TRY IT –
Work through the records that follow and return each line containing the word "where".

MATERIAL PROVIDED –
Content starts

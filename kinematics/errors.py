"""The small tree of errors that a reader meets. Holds no mechanics and no formatting beyond the message.

Errors are raised at the border (loading, building, solving), pass through the rooms untouched, and are
caught once, in the command line or in the window.
"""

from __future__ import annotations


class KnucklepathError(Exception):
    """Base of every error that knucklepath raises on purpose; its text is written for the reader."""


class ProjectError(KnucklepathError):
    """A project file is wrong.

    Parameters
    ----------
    message : what is wrong and what would be right.
    file : the file's path as the user gave it, or None.
    key : the dotted key, or None.
    line : 1-based line, or None.
    """

    def __init__(
        self, message: str, *, file: str | None = None, key: str | None = None, line: int | None = None
    ) -> None:
        self.message, self.file, self.key, self.line = message, file, key, line
        where = file or ""
        if line is not None:
            where += f":{line}" if where else f"line {line}"
        if key:
            where += f": {key}" if where else key
        super().__init__(f"{where}: {message}" if where else message)


class MechanismError(KnucklepathError):
    """Bodies and joints do not make the mechanism that was declared.

    Parameters
    ----------
    message : names the body or joint, and the free motion or the surplus.
    body, joint : the names concerned, or None.
    """

    def __init__(self, message: str, *, body: str | None = None, joint: str | None = None) -> None:
        self.message, self.body, self.joint = message, body, joint
        super().__init__(message)


class ReachError(KnucklepathError):
    """A pose that the mechanism cannot reach.

    Parameters
    ----------
    message : what locks, and where.
    input : the input that runs out, "travel" say.
    limit : the last value reached, in the input's own unit (mm).
    """

    def __init__(self, message: str, *, input: str, limit: float) -> None:
        self.message, self.input, self.limit = message, input, limit
        super().__init__(message)


class MeshError(KnucklepathError):
    """A mesh cannot be used.

    Parameters
    ----------
    message : what is wrong and what would be right.
    file : the mesh file, or None.
    count : the number of faults (triangles, say), or None.
    """

    def __init__(self, message: str, *, file: str | None = None, count: int | None = None) -> None:
        self.message, self.file, self.count = message, file, count
        super().__init__(f"{file}: {message}" if file else message)


class PluginError(KnucklepathError):
    """A plugin is broken.

    Parameters
    ----------
    message : what is wrong.
    distribution : the distribution or file that brings the plugin.
    hook : the hook concerned, or None.
    """

    def __init__(self, message: str, *, distribution: str, hook: str | None = None) -> None:
        self.message, self.distribution, self.hook = message, distribution, hook
        super().__init__(f"{distribution}: {hook + ': ' if hook else ''}{message}")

Content ends

OUTPUT FOR THIS EXERCISE –
        where = file or ""
            where += f":{line}" if where else f"line {line}"
            where += f": {key}" if where else key
        super().__init__(f"{where}: {message}" if where else message)
    message : what locks, and where.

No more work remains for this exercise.